Dataset entries:
• • • • • • •

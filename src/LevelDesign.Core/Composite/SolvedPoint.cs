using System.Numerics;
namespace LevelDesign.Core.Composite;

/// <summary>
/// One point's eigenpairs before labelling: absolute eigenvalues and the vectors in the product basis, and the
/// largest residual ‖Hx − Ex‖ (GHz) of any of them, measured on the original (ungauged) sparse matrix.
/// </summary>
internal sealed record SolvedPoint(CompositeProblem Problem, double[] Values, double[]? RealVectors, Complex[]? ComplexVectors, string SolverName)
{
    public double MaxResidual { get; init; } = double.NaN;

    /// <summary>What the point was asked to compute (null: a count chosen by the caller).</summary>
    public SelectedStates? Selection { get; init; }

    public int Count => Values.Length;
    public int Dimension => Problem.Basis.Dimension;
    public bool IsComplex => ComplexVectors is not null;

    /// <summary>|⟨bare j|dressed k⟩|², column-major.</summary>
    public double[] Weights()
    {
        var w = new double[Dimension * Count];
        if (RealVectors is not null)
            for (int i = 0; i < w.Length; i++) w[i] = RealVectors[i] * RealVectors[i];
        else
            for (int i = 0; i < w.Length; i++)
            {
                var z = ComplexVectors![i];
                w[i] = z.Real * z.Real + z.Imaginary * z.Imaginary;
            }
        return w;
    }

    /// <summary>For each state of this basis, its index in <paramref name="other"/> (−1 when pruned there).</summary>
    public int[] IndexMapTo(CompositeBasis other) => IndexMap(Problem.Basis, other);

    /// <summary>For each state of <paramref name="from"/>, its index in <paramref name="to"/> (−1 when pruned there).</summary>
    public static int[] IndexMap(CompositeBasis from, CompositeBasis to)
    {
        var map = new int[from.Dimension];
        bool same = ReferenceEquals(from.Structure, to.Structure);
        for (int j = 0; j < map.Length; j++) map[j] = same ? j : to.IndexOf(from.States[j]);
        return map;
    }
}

• • • • • • •

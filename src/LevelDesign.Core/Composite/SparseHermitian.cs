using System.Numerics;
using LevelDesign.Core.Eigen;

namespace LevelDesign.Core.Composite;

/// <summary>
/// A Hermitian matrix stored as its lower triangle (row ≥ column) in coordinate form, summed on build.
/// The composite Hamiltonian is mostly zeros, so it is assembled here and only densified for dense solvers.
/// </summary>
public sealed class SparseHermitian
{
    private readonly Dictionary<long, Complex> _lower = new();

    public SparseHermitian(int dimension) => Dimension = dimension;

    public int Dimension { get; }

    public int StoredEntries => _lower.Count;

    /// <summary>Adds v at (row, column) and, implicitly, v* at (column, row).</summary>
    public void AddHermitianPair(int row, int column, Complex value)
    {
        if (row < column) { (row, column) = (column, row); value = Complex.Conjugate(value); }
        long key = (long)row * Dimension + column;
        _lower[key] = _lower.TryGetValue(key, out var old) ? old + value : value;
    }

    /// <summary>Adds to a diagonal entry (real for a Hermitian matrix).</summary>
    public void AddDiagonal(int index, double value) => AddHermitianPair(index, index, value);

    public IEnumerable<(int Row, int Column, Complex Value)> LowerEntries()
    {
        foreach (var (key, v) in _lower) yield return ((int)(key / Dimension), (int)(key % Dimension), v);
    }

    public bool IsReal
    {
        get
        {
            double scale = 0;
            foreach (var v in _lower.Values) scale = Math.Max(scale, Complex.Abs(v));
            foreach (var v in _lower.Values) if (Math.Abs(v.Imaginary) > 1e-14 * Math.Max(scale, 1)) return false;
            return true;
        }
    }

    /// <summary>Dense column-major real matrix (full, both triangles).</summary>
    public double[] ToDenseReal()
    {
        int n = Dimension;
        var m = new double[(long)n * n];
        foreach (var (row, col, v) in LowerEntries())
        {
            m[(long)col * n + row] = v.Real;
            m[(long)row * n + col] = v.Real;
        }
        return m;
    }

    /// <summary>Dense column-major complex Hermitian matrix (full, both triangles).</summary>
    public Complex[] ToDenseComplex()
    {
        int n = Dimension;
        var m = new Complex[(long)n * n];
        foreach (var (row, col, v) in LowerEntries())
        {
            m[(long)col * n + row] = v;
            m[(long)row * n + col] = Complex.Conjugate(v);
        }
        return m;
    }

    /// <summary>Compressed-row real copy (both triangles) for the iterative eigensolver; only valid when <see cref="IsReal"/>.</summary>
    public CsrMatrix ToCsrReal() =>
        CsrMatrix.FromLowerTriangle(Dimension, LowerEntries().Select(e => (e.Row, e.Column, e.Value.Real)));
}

• • • • • • •

• _TASK OBJECTIVE_
Above are some lines. Repeat exactly, and only, those from the line that has "internal sealed record" through the line that has "public double MaxResidual".

• _TASK ANSWER_
internal sealed record SolvedPoint(CompositeProblem Problem, double[] Values, double[]? RealVectors, Complex[]? ComplexVectors, string SolverName)
{
    public double MaxResidual { get; init; } = double.NaN;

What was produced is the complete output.